◆ Directions: For the records below, print every one exactly, with nothing dropped.

****

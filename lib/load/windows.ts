/**
 * Fenestration solar gain helpers.
 *
 * SHGC varies with the incidence angle. The engine scales the rated (normal-incidence) SHGC by
 * a typical angular curve of double-pane low-e glazing, in the shape of HoF 2021 ch. 15
 * Table 10 (values from memory), and uses 0.87 × SHGC for diffuse and ground-reflected light
 * (hemispherical average, from memory).
 */
const ANGLE_DEG = [0, 40, 50, 60, 70, 80, 90] as const;
const SHGC_RATIO = [1.0, 0.97, 0.93, 0.84, 0.64, 0.33, 0] as const;

export const DIFFUSE_SHGC_RATIO = 0.87;

/** SHGC(θ)/SHGC(0) by linear interpolation. */
export function shgcAngleRatio(incidenceDeg: number): number {
  if (incidenceDeg <= 0) return 1;
  if (incidenceDeg >= 90) return 0;
  for (let i = 1; i < ANGLE_DEG.length; i++) {
    if (incidenceDeg <= ANGLE_DEG[i]) {
      const t = (incidenceDeg - ANGLE_DEG[i - 1]) / (ANGLE_DEG[i] - ANGLE_DEG[i - 1]);
      return SHGC_RATIO[i - 1] + t * (SHGC_RATIO[i] - SHGC_RATIO[i - 1]);
    }
  }
  return 0;
}

/**
 * Sunlit fraction of a window under a horizontal overhang that runs well past the window on
 * both sides (HoF 2021 ch. 15 shading geometry, side shadows neglected): the shadow's lower edge
 * lies D·tan Ω below the overhang, with Ω the profile angle.
 */
export function overhangSunlitFraction(
  overhangDepthFt: number,
  heightAboveHeadFt: number,
  windowHeightFt: number,
  tanProfileAngle: number,
): number {
  if (overhangDepthFt <= 0 || tanProfileAngle <= 0) return 1;
  const shadowFt = overhangDepthFt * tanProfileAngle - heightAboveHeadFt;
  if (shadowFt <= 0) return 1;
  if (shadowFt >= windowHeightFt) return 0;
  return 1 - shadowFt / windowHeightFt;
}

****

◆ Output of the exercise:
filename lib/load/windows.ts
/**
 * Fenestration solar gain helpers.
 *
 * SHGC varies with the incidence angle. The engine scales the rated (normal-incidence) SHGC by
 * a typical angular curve of double-pane low-e glazing, in the shape of HoF 2021 ch. 15
 * Table 10 (values from memory), and uses 0.87 × SHGC for diffuse and ground-reflected light
 * (hemispherical average, from memory).
 */
const ANGLE_DEG = [0, 40, 50, 60, 70, 80, 90] as const;
const SHGC_RATIO = [1.0, 0.97, 0.93, 0.84, 0.64, 0.33, 0] as const;

export const DIFFUSE_SHGC_RATIO = 0.87;

/** SHGC(θ)/SHGC(0) by linear interpolation. */
export function shgcAngleRatio(incidenceDeg: number): number {
  if (incidenceDeg <= 0) return 1;
  if (incidenceDeg >= 90) return 0;
  for (let i = 1; i < ANGLE_DEG.length; i++) {
    if (incidenceDeg <= ANGLE_DEG[i]) {
      const t = (incidenceDeg - ANGLE_DEG[i - 1]) / (ANGLE_DEG[i] - ANGLE_DEG[i - 1]);
      return SHGC_RATIO[i - 1] + t * (SHGC_RATIO[i] - SHGC_RATIO[i - 1]);
    }
  }
  return 0;
}

/**
 * Sunlit fraction of a window under a horizontal overhang that runs well past the window on
 * both sides (HoF 2021 ch. 15 shading geometry, side shadows neglected): the shadow's lower edge
 * lies D·tan Ω below the overhang, with Ω the profile angle.
 */
export function overhangSunlitFraction(
  overhangDepthFt: number,
  heightAboveHeadFt: number,
  windowHeightFt: number,
  tanProfileAngle: number,
): number {
  if (overhangDepthFt <= 0 || tanProfileAngle <= 0) return 1;
  const shadowFt = overhangDepthFt * tanProfileAngle - heightAboveHeadFt;
  if (shadowFt <= 0) return 1;
  if (shadowFt >= windowHeightFt) return 0;
  return 1 - shadowFt / windowHeightFt;
}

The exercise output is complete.